GOAL OF THE EXERCISE
Go through the listing and pick out each line with the word "clean" in it.
** Opening DATASET RECORDS block **
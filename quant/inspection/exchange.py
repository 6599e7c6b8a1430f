"""Exchanged labels: the pair of samples whose values, exchanged, fit the spectra far better.

For each pair the two values are exchanged and PRESS (the sum of squared left-out errors) is computed again, with the
best strength of the ridge before and after. The statistic is ::

    S = log( smallest PRESS after mending any one value / smallest PRESS after exchanging any one pair )

Mending one value (replacing it by what suits the spectra best) is the rival explanation: one wrong value also improves
by an exchange with a sample half-way, but better by mending. A true exchange leaves two wrong values, of which mending
helps one only.

What S is by chance is simulated: values as the spectra explain them, plus errors drawn from those found. It stops as
soon as it is plain that chance reaches the observed S too often (Besag & Clifford 1991, from memory).
"""

from collections.abc import Sequence
from dataclasses import dataclass

import numpy as np

from quant.arrays import FloatArray
from quant.inspection.left_out import Smoother, best_smoother, studentised

FEWEST = 8  # samples
SIMULATIONS = 499
MOST_PAIRS = 5  # exchanged pairs looked for, one after the other


@dataclass(frozen=True)
class Exchange:
    """A pair of samples whose labels are probably exchanged.

    Attributes
    ----------
    first, second : int
        Positions of the samples.
    p : float
        Share of simulated clean sets that look as bad.
    before, after : float
        Root mean square left-out error as the values are, and with the pair exchanged. [unit of the analyte]
    """

    first: int
    second: int
    p: float
    before: float
    after: float


def find_exchanges(
    smoothers: Sequence[Smoother], values: FloatArray, false_alarm: float, seed: int = 0
) -> tuple[list[Exchange], FloatArray]:
    """Return pairs that are probably exchanged, the plainest first, and the values with these exchanges undone.

    Parameters
    ----------
    smoothers : sequence of Smoother
        Of the samples' spectra.
    values : array of shape (n,)
        Reference values. [unit of the analyte]
    false_alarm : float
        Share of clean sets in which a pair may be named.
    seed : int
        Of the simulation.
    """
    found: list[Exchange] = []
    current = values
    if values.size < FEWEST or not smoothers or np.ptp(values) == 0:
        return found, current
    rng = np.random.default_rng(seed)
    while len(found) < MOST_PAIRS:
        statistic, (i, j) = exchange_statistic(smoothers, current)
        swapped = current.copy()
        swapped[[i, j]] = current[[j, i]]
        if statistic <= 0:
            break
        p = _chance(smoothers, swapped, statistic, false_alarm, rng)
        if p > false_alarm:
            break
        found.append(Exchange(i, j, p, _root(smoothers, current), _root(smoothers, swapped)))
        current = swapped
    return found, current


def exchange_statistic(smoothers: Sequence[Smoother], values: FloatArray) -> tuple[float, tuple[int, int]]:
    """Return S (see the module) and the best pair."""
    mended, exchanged = np.inf, np.inf
    pair = (0, 1)
    difference = values[None, :] - values[:, None]  # what is added to i and taken from j when they exchange
    for smoother in smoothers:
        diagonal = np.diagonal(smoother.gram)
        slope = smoother.gram @ values
        press = float(values @ slope)
        mended = min(mended, press - float(np.max(slope**2 / diagonal)))
        # |M(y + d(u_i − u_j))|² = PRESS + 2d(g_i − g_j) + d²(A_ii + A_jj − 2A_ij), g = M'M·y, A = M'M
        after = difference * (
            2 * (slope[:, None] - slope[None, :])
            + difference * (diagonal[:, None] + diagonal[None, :] - 2 * smoother.gram)
        )
        place = int(np.argmin(after))
        least = press + float(after.flat[place])
        if least < exchanged:
            exchanged = least
            i, j = divmod(place, values.size)
            pair = (min(i, j), max(i, j))
    tiny = np.finfo(float).tiny
    return float(np.log(max(mended, tiny)) - np.log(max(exchanged, tiny))), pair


def _chance(
    smoothers: Sequence[Smoother],
    mended: FloatArray,
    statistic: float,
    false_alarm: float,
    rng: np.random.Generator,
) -> float:
    """Share of simulated clean sets whose S is as large; stops when it is plainly above the false-alarm rate."""
    best = best_smoother(smoothers, mended)
    fitted = best.hat @ mended
    errors = studentised(best, mended)
    errors = (
        (errors - errors.mean())
        * np.sqrt(errors.size / max(errors.size - best.freedom, 1.0))
        * np.sqrt(np.mean(1.0 - np.diagonal(best.hat)))
    )
    enough = int(false_alarm * (SIMULATIONS + 1)) + 1
    as_large = 0
    for done in range(1, SIMULATIONS + 1):
        drawn = fitted + rng.choice(errors, errors.size)
        as_large += exchange_statistic(smoothers, drawn)[0] >= statistic
        if as_large >= enough:
            return as_large / done
    return (as_large + 1) / (SIMULATIONS + 1)


def _root(smoothers: Sequence[Smoother], values: FloatArray) -> float:
    return float(np.sqrt(min(np.mean((each.errors @ values) ** 2) for each in smoothers)))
** Closing DATASET RECORDS block **
SOLUTION TO THIS TASK
        Share of simulated clean sets that look as bad.
        Share of clean sets in which a pair may be named.
    """Share of simulated clean sets whose S is as large; stops when it is plainly above the false-alarm rate."""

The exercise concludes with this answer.